The sector’s consolidation around Parex as the dominant private-sector player is not a conclusion — it is the starting point of the next competitive phase. A combined ~82,000 boepd entity will reshape procurement, infrastructure investment priorities, and the balance of leverage between operators and service providers in the Llanos basin.

7.4 International Position & Balance Sheet Distortions

Colombia competes for upstream capital at a more favourable position in Q1-2026 than in Q3-2025. The USD 16/boe gap between the Colombia benchmark (~USD 31) and Guyana (USD 47) has narrowed from ~USD 21 in Q3-2025. SierraCol at USD 42.50/boe now exceeds the Permian reference (~USD 37), and Parex at USD 28.35/boe (FFO basis) operates within Permian range. Colombia is not one investment case — it is three structurally different cases (SierraCol/Parex-type at USD 40+/boe, Ecopetrol E&P at USD 32/boe, Gran Tierra/Putumayo at USD 22/boe) that happen to share a country benchmark. (Guyana and Permian reference figures are secondary-source estimates — Rystad/Wood Mackenzie — not validated against primary filings. Used for directional framing only.)

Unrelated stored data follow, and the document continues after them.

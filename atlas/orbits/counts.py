"""Orbit histograms for notebooks: labelled xarray Datasets."""

from __future__ import annotations

import json
from collections.abc import Callable, Mapping, Sequence
from hashlib import blake2b
from typing import Any

import numpy as np
from numpy.typing import NDArray

from atlas.config.digests import decisive
from atlas.config.draws import KINDS
from atlas.config.jobs import Plate
from atlas.config.load import plate_from_parts
from atlas.families.reader import Family
from atlas.orbits.counting import Sampled, counter_of, resolved
from atlas.orbits.follow import count_followed
from atlas.orbits.histogram import Histogram, count_histogram
from atlas.orbits.orbit import OrbitCounter
from atlas.orbits.schedule import schedule
from atlas.output.certificate import as_text, certificate
from atlas.output.certificate_reader import KEY
from atlas.output.dataset_parts import KIND, Number, axis_attributes, cells_of
from atlas.plan import check_arrays, parse_memory
from atlas.reading.place import REQUEST, shown
from tiles.strip import PER_COLUMN, Strip
from tiles.tally import density
from tiles.window import View

CELLS_AT_ONCE = 1 << 20


def orbit_counts(
    family: Family,
    view: View,
    *,
    size: tuple[int, int],
    set: Mapping[str, Any] | None = None,
    starts: Sequence[Mapping[str, Number]] | Mapping[str, Any] | None = None,
    transient: int = 1000,
    samples: int | str = 1000,
    values_per_column: int = 4,
    transient_limit: int | None = None,
    longest_period: int = 64,
    record: Mapping[str, int] | None = None,
    follow: str | None = None,
    workers: int | None = None,
    memory: str | int | None = None,
) -> Any:
    """Count the orbits of a family over a view.

    Parameters
    ----------
    family : Family
        From `atlas.family` or `atlas.load(path).families`.
    view : View
        A parameter across, a state variable or observable up.
    size : (int, int)
        Columns and rows.
    set : mapping of str to number, optional
        Parameters that differ from their defaults; ``{"r": {"pattern": ["a", "b"]}}`` gives a pattern another
        word.
    starts : sequence of mappings of str to number, or mapping, optional
        Initial conditions, or ``{"grid": [8, 8], "box": {"x": [0, 1], "y": [0, 1]}}``; by default the
        family's own.
    transient, transient_limit : int
        Steps before sampling, and at most, for orbits that settle slowly; the limit is 1 000 000 by default.
    samples : int or "auto"
        States counted of each orbit.
    values_per_column : int
        Parameter values spread over each column.
    longest_period : int
        Longest cycle looked for.
    record : mapping, optional
        ``{"every": 12, "phase": 3}`` counts only the states after n steps where n modulo 12 is 3.
    follow : "up", "down" or "both", optional
        Each column starts where its neighbour ended (`atlas.orbits.follow`); with ``both`` there are two
        sweeps.
    workers : int, optional
        Threads; by default one a processor. The result does not depend on it.
    memory : str or int, optional
        Budget of the whole process, such as ``"2GiB"`` or bytes.

    Returns
    -------
    xarray.Dataset
        ``counts`` (uint32) and ``density`` (float64, counts / (exposure * cell size), per unit of the state
        or, on a log axis, of its natural logarithm) on both axes, up first; ``exposure``, ``below``,
        ``above``, ``escaped``, ``unsettled`` (samples) and ``collapsed`` (orbits) on the across axis. With
        ``follow="both"`` everything has the dimension ``sweep`` first, ``up`` and ``down``.
        Coordinates are cell centres, ascending. In every column
        inside + below + above + escaped + unsettled = exposure. The certificate is in the attribute
        ``atlas-certificate``; a Dataset saved with ``to_netcdf(path, engine="h5netcdf")`` carries it along.

    Raises
    ------
    Refusal
        For axes, parameters or starts that the family does not have, a size beyond the memory budget, and a
        window finer than float64 resolves.

    Examples
    --------
    >>> import atlas
    >>> view = atlas.View(across=("r", "2.8", "4"), up=("x", 0, 1))
    >>> ds = atlas.orbit_counts(atlas.family("logistic"), view, size=(120, 80), samples=100)
    >>> ds.counts.dims
    ('x', 'r')
    """
    place = REQUEST
    if not isinstance(view, View):
        raise place.at("view").refusal(f"{shown(view)} is no view; write atlas.View(across=..., up=...)")
    kind = plate_from_parts(family, view.across, view.up, place=place).kind
    if kind != "histogram":
        raise place.at("view").refusal(
            f"{view.across.name} across and {view.up.name} up make {KINDS[kind]}; "
            "put a parameter across and a state variable or observable up"
        )
    columns, rows = cells_of(size, place.at("size"))
    check_arrays((columns, rows if follow != "both" else 2 * rows), parse_memory(memory))
    job = plate_from_parts(
        family,
        view.across,
        view.up,
        set=set,
        starts=starts,
        name="dataset",
        place=place,
        transient=transient,
        transient_limit=transient_limit,
        samples=samples,
        values_per_column=values_per_column,
        longest_period=longest_period,
        record=record,
        follow=follow,
    )
    counter = counter_of(job, columns, rows)
    with schedule(workers) as opened:
        counter = resolved(job, counter, opened)
        if job.follow is None:
            return dataset(job, counter, count_histogram(counter, opened))
        sweeps = count_followed(counter, job.follow, opened)
    made = {direction: dataset(job, counter, histogram) for direction, histogram in sweeps.items()}
    return _side_by_side(made) if len(made) > 1 else made[job.follow]


def _side_by_side(sweeps: Mapping[str, Any]) -> Any:
    """Return the Datasets of several sweeps as one, with what tells them apart on a dimension of its own."""
    import xarray

    both = xarray.concat(list(sweeps.values()), xarray.Variable("sweep", list(sweeps)), combine_attrs="drop")
    first, *_ = sweeps.values()
    records = [json.loads(one.attrs[KEY]) for one in sweeps.values()]
    digest = blake2b("".join(one["counts_digest"] for one in records).encode(), digest_size=16).hexdigest()
    told = {
        key: {name: one[key] for name, one in zip(sweeps, records, strict=True)}
        for key in ("shares", "samples")
    }
    for name in ("samples_filled_by_repeats", "orbits_on_repelling_start"):
        both[name] = ("sweep", np.array([one.attrs[name] for one in sweeps.values()], np.uint64))
    kept = {name: first.attrs[name] for name in ("family", "formula", "samples", "cell_size")}
    record = records[0] | told | {"counts_digest": digest}
    both.attrs = {**kept, "counts_digest": digest, KEY: as_text(record)}
    return both


def dataset(job: Plate, counter: OrbitCounter, histogram: Histogram) -> Any:
    """Return a histogram as an xarray Dataset, as `orbit_counts` describes it."""
    family, digest = job.family, histogram.digest()
    sampled = Sampled(counter.columns, counter.rows, histogram.samples, counter.exposure, histogram.filled)
    config = {"kind": KIND, **decisive(job), "resolution": [counter.columns, counter.rows]}
    record = certificate(KIND, family.name, config, digest, histogram.shares(), sampled.record())
    return labelled(
        counter.view,
        histogram.strip,
        {
            "family": family.name,
            "formula": "; ".join(family.formula_lines()),
            "samples": histogram.samples,
            "samples_filled_by_repeats": histogram.filled,
            "orbits_on_repelling_start": histogram.on_repelling,
            "counts_digest": digest,
            KEY: as_text(record),
        },
        family.label_and_unit,
    )


def labelled(
    view: View,
    strip: Strip,
    attributes: Mapping[str, Any],
    label_and_unit: Callable[[str], tuple[str, str]],
) -> Any:
    """Return the counts of a whole view as an xarray Dataset.

    Parameters
    ----------
    view : View
    strip : Strip
        All columns.
    attributes : mapping
        Of the Dataset; ``cell_size`` is added.
    label_and_unit : callable
        Returns label and unit of an axis by its name.
    """
    import xarray

    columns, rows = strip.counts.shape
    across, up = view.across.name, view.up.name
    cell = view.up.cell_size(rows)
    made = xarray.Dataset(
        {
            "counts": ((up, across), np.ascontiguousarray(strip.counts.T)),
            "density": ((up, across), _densities(strip, cell)),
            **{name: (across, getattr(strip, name)) for name in PER_COLUMN},
        },
        coords={up: view.up.centres(rows), across: view.across.centres(columns)},
        attrs={**attributes, "cell_size": cell},
    )
    for axis in (view.across, view.up):
        made[axis.name].attrs = axis_attributes(axis, *label_and_unit(axis.name))
    return made


def _densities(strip: Strip, cell: float) -> NDArray[np.float64]:
    """Return the densities of a strip, shape (rows, columns), without a second array of that size."""
    columns, rows = strip.counts.shape
    whole = np.empty((rows, columns))
    width = max(1, CELLS_AT_ONCE // rows)
    for first in range(0, columns, width):
        block = slice(first, first + width)
        whole[:, block] = density(strip.counts[block], strip.exposure[block], cell).T
    return whole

What remains structurally constant across price environments: the OBC-to-truck transport gap (SierraCol USD 0.30 vs. Frontera USD 11.92 — USD 11.62/boe), the Putumayo discount premium Gran Tierra carries, and Ecopetrol’s statistical domination of the sector average. Infrastructure access determines Colombian upstream competitiveness at Brent 78 and at Brent 60 alike.

A separate distortion runs above the field. In Q1-2026, three factors eroded value between the wellhead and the income statement without touching field economics: derivative hedging losses (Gran Tierra USD 77.3M unrealised, SierraCol USD 32.6M, Parex USD 29.6M — HQ financial management, not field costs); equity tax and extraordinary Colombian imposts (uniform drag, no operator differentiation); and one-time M&A events (Frontera paid the USD 25M GeoPark break fee, GeoPark received it — neither figure reflects sustainable extractive economics). Operating netback, not net profit, is the appropriate cross-operator field comparison metric precisely because it strips these headquarters-level effects from the wellhead result.


8. Primary Sources

All figures in this report are sourced from primary 1Q2026 filings: Ecopetrol 1T2026 results report (COP-IFRS); Frontera Energy Q1-2026 MDA — Discontinued Operations segment (USD-IFRS); GeoPark Results Supplement 1Q2026 p. 4 + Condensed FS Note 2 (USD-IFRS); Gran Tierra Form 10-Q Q1 2026 — Operating Netback Colombia + DD&A by geography (USD-GAAP); Parex Resources Q1-2026 MDA — Operating Netback per boe table p. 4 + binding offer announcement 10 Mar 2026 (USD-IFRS); SierraCol Energy 1Q2026 MDA — Performance Overview + Operating Expenses (USD-IFRS). Reference: RAPIDS/SR/EN/COL-UP/1Q26/001 R1.0. International references (Guyana USD 47/boe, Permian ~USD 37/boe): Rystad Energy / Wood Mackenzie secondary estimates — directional framing only, not audited in this analysis.

V&V pipeline note: The NLM extraction pipeline (extraction_flat.csv) did not capture realized price fields (realized_opr) for this report cycle. Operating netback figures are sourced directly from primary filings via operators.R — this is a V&V pipeline documentation gap, not a data gap affecting reported figures. Cross-validation of realized prices via NLM is pending for the Q2-2026 cycle.